Care is taken to avoid any contact between the arms of the robot and the patient during docking. Once the robot's arms are successfully docked to the trocars, the robot's arms are re-positioned to allow complete mobility of the robot during the case.
At this point the surgeon must ensure that no pressure points exist between the robot arms and the patient. One specific area of danger exists between the robot's fourth arm and the patient's left leg. Minimal clearance exists and it must be monitored for potential compression. Figure 5 shows the surgeon checking for clearance at this location by passing his hand between the patient and the robot.
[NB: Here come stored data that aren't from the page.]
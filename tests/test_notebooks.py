"""Every notebook in notebooks/ runs in Jupyter (nbclient, PyPI) with the Spinfoil kernel, and
the headless runner (`spinfoil report`, no Jupyter) produces the same outputs and an HTML report.
The notebooks are stored with their outputs (`scripts/refresh-notebooks`), tell their study in
markdown (question, method, result, caveats) and show the safety caution.
Notebooks named rust_cells_*.ipynb need the optional Rust-cell feature and are tested elsewhere.
"""
import copy
import functools

import nbformat
import pytest
from nbclient import NotebookClient

from kernel_support import NOTEBOOKS, install_kernelspec, run_spinfoil

SAFETY = "Keep clear of the throwing lane"
CHART_FUNCTIONS = ("plan_view(", "side_view(", "time_series(", "mass_bars(", "cross_section(", "coefficient_curves(")


@pytest.fixture(scope="module", autouse=True)
def kernelspec():
    install_kernelspec()


def run_with_nbclient(path):
    """The notebook at `path` executed by nbclient with the Spinfoil kernel. Each notebook runs
    once per test session; later calls get the same notebook (callers only read it) or the same
    failure, so a broken or slow notebook costs its time once."""
    notebook, failure = executed_once(path)
    if failure is not None:
        raise failure
    return notebook


@functools.lru_cache(maxsize=None)
def executed_once(path):
    notebook = nbformat.read(path, as_version=4)
    try:
        # The kernel starts in the notebook's folder, as in Jupyter: its study folder, where the
        # notebooks' generated files go (ignored by notebooks/.gitignore).
        client = NotebookClient(notebook, kernel_name="spinfoil", timeout=120, allow_errors=False,
                                resources={"metadata": {"path": str(path.parent)}})
        client.execute()
    except Exception as failure:  # noqa: BLE001 - handed on to every caller
        return notebook, failure
    return notebook, None


def run_headless(path, out_dir):
    done = run_spinfoil("report", str(path), "--out", str(out_dir))
    assert done.returncode == 0, done.stderr
    return nbformat.read(out_dir / f"{path.stem}.ipynb", as_version=4), (out_dir / f"{path.stem}.html").read_text()


def comparable(notebook):
    """Cells with their outputs, without ids, timing and execution metadata; streams merged."""
    cells = []
    for cell in notebook.cells:
        entry = {"cell_type": cell.cell_type, "source": cell.source}
        if cell.cell_type == "code":
            entry["execution_count"] = cell.execution_count
            entry["outputs"] = merge_streams([strip(o) for o in cell.outputs])
        cells.append(entry)
    return cells


def strip(output):
    output = copy.deepcopy(dict(output))
    output.pop("metadata", None)
    output.pop("transient", None)
    return output


def merge_streams(outputs):
    merged = []
    for output in outputs:
        previous = merged[-1] if merged else None
        if previous and output["output_type"] == "stream" and previous["output_type"] == "stream" and previous["name"] == output["name"]:
            previous["text"] += output["text"]
        else:
            merged.append(output)
    return merged


def all_outputs(notebook):
    return [o for c in notebook.cells if c.cell_type == "code" for o in c.outputs]


def test_there_are_demo_notebooks():
    assert NOTEBOOKS, "notebooks/ holds no .ipynb"


def test_notebooks_that_need_rust_cells_are_left_to_their_own_step():
    assert not [p for p in NOTEBOOKS if p.name.startswith("rust_cells_")]


def output_shape(cell):
    """What a code cell shows, without the values: each output's type and MIME types."""
    return [(o["output_type"], tuple(sorted(o.get("data", {})))) for o in merge_streams([strip(o) for o in cell.outputs])]


@pytest.mark.parametrize("path", NOTEBOOKS, ids=lambda p: p.name)
def test_notebook_is_stored_with_its_outputs(path):
    """The stored notebook was refreshed after its last change: every code cell has run, in order,
    without error, and shows the same kinds of output a fresh run shows (numbers may differ after
    an engine change; `scripts/refresh-notebooks` brings them up to date)."""
    stored = nbformat.read(path, as_version=4)
    fresh = run_with_nbclient(path)
    code = [c for c in stored.cells if c.cell_type == "code"]
    assert [c.execution_count for c in code] == list(range(1, len(code) + 1)), "run scripts/refresh-notebooks"
    assert not [o for c in code for o in c.outputs if o.output_type == "error"]
    fresh_code = [c for c in fresh.cells if c.cell_type == "code"]
    assert [output_shape(c) for c in code] == [output_shape(c) for c in fresh_code], "run scripts/refresh-notebooks"


@pytest.mark.parametrize("path", NOTEBOOKS, ids=lambda p: p.name)
def test_stored_notebook_exports_to_html_with_nbconvert(path):
    """What a user gets from `jupyter nbconvert --to html` on the stored notebook: its tables and
    charts, and the caution."""
    from nbconvert import HTMLExporter

    html, _ = HTMLExporter().from_notebook_node(nbformat.read(path, as_version=4))
    assert "<table" in html and SAFETY in html


@pytest.mark.parametrize("path", NOTEBOOKS, ids=lambda p: p.name)
def test_notebook_tells_its_study_with_the_caution(path):
    notebook = nbformat.read(path, as_version=4)
    markdown = "\n".join(c.source for c in notebook.cells if c.cell_type == "markdown")
    assert notebook.cells[0].cell_type == "markdown" and notebook.cells[0].source.startswith("# ")
    assert SAFETY in markdown
    assert "invented" in markdown, "say that the scenario and demo coefficients are invented"
    limits = ("caveat", "does not capture", "not modelled", "limits of")
    assert any(word in markdown.lower() for word in limits), "a notebook says what the model does not capture"


@pytest.mark.parametrize("path", NOTEBOOKS, ids=lambda p: p.name)
def test_notebook_runs_in_jupyter_with_tables(path):
    notebook = run_with_nbclient(path)
    outputs = all_outputs(notebook)
    assert not [o for o in outputs if o.output_type == "error"]
    assert any("<table" in o.get("data", {}).get("text/html", "") for o in outputs), "no HTML table"
    code = "".join(c.source for c in notebook.cells if c.cell_type == "code")
    if any(name in code for name in CHART_FUNCTIONS):
        assert any("image/svg+xml" in o.get("data", {}) for o in outputs), "no SVG chart"


@pytest.mark.parametrize("path", NOTEBOOKS, ids=lambda p: p.name)
def test_headless_runner_matches_jupyter(path, tmp_path):
    in_jupyter = run_with_nbclient(path)
    headless, html = run_headless(path, tmp_path)
    assert comparable(headless) == comparable(in_jupyter)
    nbformat.validate(headless)
    assert "<table" in html and SAFETY in html
    assert html.count("<svg") >= sum("image/svg+xml" in o.get("data", {}) for o in all_outputs(headless))


def test_a_failing_notebook_stops_with_exit_code_1_and_keeps_the_error(tmp_path):
    notebook = nbformat.v4.new_notebook()
    notebook.cells = [
        nbformat.v4.new_code_cell('print("before")'),
        nbformat.v4.new_code_cell("let d = disc();"),
        nbformat.v4.new_code_cell('print("never")'),
    ]
    path = tmp_path / "broken.ipynb"
    nbformat.write(notebook, path)
    done = run_spinfoil("report", str(path), "--out", str(tmp_path / "out"))
    assert done.returncode == 1
    executed = nbformat.read(tmp_path / "out" / "broken.ipynb", as_version=4)
    error = executed.cells[1].outputs[-1]
    assert error.output_type == "error"
    assert any("at line 1" in line for line in error.traceback)
    assert executed.cells[2].outputs == []
    assert "cell 2 failed" in done.stderr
This step is repeated at regular intervals throughout the case by the assistant given the mobility of the robot's arms during the procedure.
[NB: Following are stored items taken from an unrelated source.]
class InstrumentProtocol:
    """Common part: command counting, wire faults, the error query, dispatch by capability."""

    driver: type[DeclaredDriver] = DeclaredDriver
    kind = ""

    def __init__(self, bench: SimBench, name: str | None = None,
                 driver: type[DeclaredDriver] | DeclaredDriver | None = None) -> None:
        """`driver`: whose declaration to answer, a class or a built driver (a station-file
        driver carries its declaration on the instance); the built-in one by default."""
        self.bench = bench
        self.name = name or self.kind
        self.count = 0
        self.last_error: tuple[int, str] = (0, "No error")
        declared = driver or type(self).driver
        self.dialect = getattr(declared, "dialect", None) or declared.DIALECT
        self.commands = dict(getattr(declared, "commands", None) or declared.COMMANDS)
        self._requests = [(key, re.compile(template_regex(cap.command), re.IGNORECASE))
                          for key, cap in self.commands.items()]
        self._headers = {header(cap.command).upper(): cap.command
                         for cap in self.commands.values()}
        self._matched: dict[str, tuple[str, dict[str, str]]] = {}  # line -> (key, fields)
        self._handlers: dict[str, Callable[[Fields], Any]] = self._build()
        missing = set(self.commands) - set(self._handlers)
        if missing:
            raise RuntimeError(f"{self.kind} simulator cannot answer {sorted(missing)}")

    def _build(self) -> dict[str, Callable[[Fields], Any]]:
        return {"identify": lambda f: self.bench.identity[self.kind], "error": self._error}

    def _error(self, fields: Fields) -> str:
        code, message = self.last_error
        self.last_error = (0, "No error")
        cap = self.commands["error"]
        assert isinstance(cap, Query)
        return reply_template(cap.reply).format(code=code, message=message)

    def physics_faults(self, t: float) -> None:
        """Apply physics faults that fire now (overridden per instrument)."""

    def restart(self) -> None:
        """Power cycle: state lost (overridden per instrument)."""

    def __call__(self, line: str) -> Response:
        with self.bench.lock:
            self.count += 1
            t = self.bench.clock.now()
            self.physics_faults(t)
            rule = self.bench.faults.first_wire_fault(self.name, count=self.count, t=t)
            if rule is not None and rule.kind in ("timeout", "disconnect", "restart"):
                if rule.kind == "restart":
                    self.restart()
                return Response(None, close=rule.kind != "timeout")
            reply = self.dispatch(line)
        return _corrupt(reply, rule) if reply is not None else Response(None)

    def dispatch(self, line: str) -> str | None:
        """The reply line to one command line, in the declared dialect."""
        line = line.strip()
        try:
            found = self._matched.get(line) or self._match(line)
            if found is not None:
                key, fields = found
                return self._answer(key, self._handlers[key](dict(fields)))
            head = line.split()[0].upper() if line.split() else ""
            if head in self._headers:
                raise _Refused(ErrorCode.BAD_ARGUMENT,
                               f"arguments do not match {self._headers[head]}")
            raise _Refused(ErrorCode.UNKNOWN_COMMAND, f"unknown command {head}")
        except _Refused as exc:
            self.last_error = (int(exc.code), str(exc))
            return self.dialect.refusal(exc.code, str(exc))

    def _match(self, line: str) -> tuple[str, dict[str, str]] | None:
        """The first declared request the line matches, remembered (a soak repeats a handful of
        lines thousands of times; the table is cleared when it grows past 1,000 lines)."""
        for key, request in self._requests:
            m = request.fullmatch(line)
            if m is not None:
                if len(self._matched) >= 1000:
                    self._matched.clear()
                self._matched[line] = found = (key, m.groupdict())
                return found
        return None

    def _answer(self, key: str, value: Any) -> str | None:
        cap = self.commands[key]
        if isinstance(cap, Setting):
            return self.dialect.ok
        if isinstance(value, bool):
            return (self.dialect.true_words if value else self.dialect.false_words)[0]
        if isinstance(value, float):
            return f"{value:.4f}"
        if cap.words and value not in cap.words:
            return {ours: word for word, ours in cap.words.items()}[value]
        return str(value)


def _corrupt(reply: str, rule: FaultRule | None) -> Response:
    """Garbled: every byte's high bit flipped (not text any more); truncated: the first half
    with no terminator, so the client's read runs into its timeout."""
    if rule is None:
        return Response(reply)
    data = reply.encode("ascii", "replace")
    if rule.kind == "garbled":
        return Response(raw=bytes(b ^ 0x80 for b in data) + b"\n")
    return Response(raw=data[: max(1, len(data) // 2)])


class BlackbodyProtocol(InstrumentProtocol):
    driver = ScpiBlackbody
    kind = "blackbody"

    def _build(self) -> dict[str, Callable[[Fields], Any]]:
        bb = self.bench.blackbody
        return {
            **super()._build(),
            "set_mode": self._mode,
            "mode": lambda f: bb.mode,
            "set_temperature": lambda f: self._set("absolute", _number(f)),
            "set_difference": lambda f: self._set("difference", _number(f)),
            "setpoint": lambda f: float(bb.setpoint_value),
            "temperature": lambda f: float(bb.measured_c()),
            "reference_temperature": lambda f: float(bb.measured_reference_c()),
            "difference": lambda f: float(bb.measured_c() - bb.measured_reference_c()),
            "stable": lambda f: bool(bb.is_stable()),
            "go_safe": lambda f: bb.set("absolute", bb.start_c),  # standby at its start
        }

    def _set(self, mode: Literal["absolute", "difference"], value: float) -> None:
        why = self.bench.blackbody.check(mode, value)
        if why:
            raise _Refused(ErrorCode.OUT_OF_RANGE, why)
        self.bench.blackbody.set(mode, value)

    def _mode(self, fields: Fields) -> None:
        """Switching mode keeps the absolute setpoint (bumpless)."""
        bb = self.bench.blackbody
        words = {w.upper(): ours for w, ours in self.commands["mode"].words.items()}  # type: ignore[union-attr]
        want = words.get(fields["mode"].upper())
        if want is None:
            raise _Refused(ErrorCode.BAD_ARGUMENT, f"mode is {' or '.join(words)}")
        target = bb.setpoint_c()
        if want == "absolute":
            bb.set("absolute", target)
        else:
            bb.set("difference", target - bb.reference_c())

    def physics_faults(self, t: float) -> None:
        plan, bb = self.bench.faults, self.bench.blackbody
        rule = plan.fire(self.name, "unsettled", count=self.count, t=t)
        if rule is not None:
            bb.unsettled_from = _fault_time(rule, plan.start(), t)
        rule = plan.fire(self.name, "drift", count=self.count, t=t)
        if rule is not None:
            bb.runaway = (_fault_time(rule, plan.start(), t), float(rule.params.get("rate_k_per_s",
                                                                                0.002)))
            duration = rule.params.get("duration_s")  # given: the drift stops and snaps back
            bb.runaway_until = None if duration is None else bb.runaway[0] + float(duration)

    def restart(self) -> None:
        self.bench.blackbody.restart()


def _fault_time(rule: FaultRule, t0: float, now: float) -> float:
    """A timed fault starts at its stated time (physics is lazy, so this stays exact)."""
    return t0 + rule.after_s if rule.after_s is not None else now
Surgeon checking space between patient's left lower leg and the robot's fourth arm during actual procedure.
To formalize the maneuvers previously described, we instituted a robot timeout, which is now used in every case. The robot timeout is a checklist that ensures that the following steps are appropriately followed during every case. Each step is documented and inspected after the robot has been docked, before all instrumentation are placed in the robot, and before the surgeon begins operating at the robot console. These steps are completed by the primary surgeon though physical examination ensures that the robot is not improperly contacting the patient. The content of our checklist is listed below: Position of extremities Type and location of restraints, positioning aids, and padding materials Position changes made during procedure (e.g., lowering or raising legs, and supine to lithotomy to supine) Use and location of warming and cooling blankets or devices
On a more general note, the majority of these steps are applicable to cases other than RALP. Further, compartment syndrome itself is an uncommon but not rare complication of many surgeries as well as trauma. Surgeons commonly perform pelvic surgery with patients in the Trendelenburg position, and with the exception of checking for improper contact between the robot and the patient, all of these steps apply to all surgical fields that use similar patient positioning. It is important for all surgeons to maintain a high degree of suspicion for compartment syndrome in any patient after prolonged Trendelenburg position regardless of the underlying pathology.
Conclusions
In this specific case, we feel that an unsuspected injury to the patient's left common iliac artery (likely related to his work-related injury many years previous though possibly related to an unknown vasculitis such as Burger's syndrome, which can cause chronic arterial narrowing) predisposed him to an acute thrombotic episode during prolonged surgery in the Trendelenburg position. We do not believe that there was pressure on the patient's left leg from the robot's fourth arm given the lack of discoloration or bruising and the significant collaterals present on postevent MRA. This case highlights the inherent risk of the Trendelenburg position and the need for careful postoperative monitoring of patients.
RALP is a safe, effective, and minimally invasive method to surgically treat prostate cancer and its use will likely continue to increase. The technological challenges of this procedure should not be minimized or overlooked, however, as the potential complications are significant. We hope that by highlighting one specific area of danger—the proximity of the fourth robot arm to the patient's left lower leg and recommending a formal robot timeout procedure—we can minimize the risk of complications during this procedure.
Footnotes
Disclosure Statements
No competing financial interests exist for any of the authors.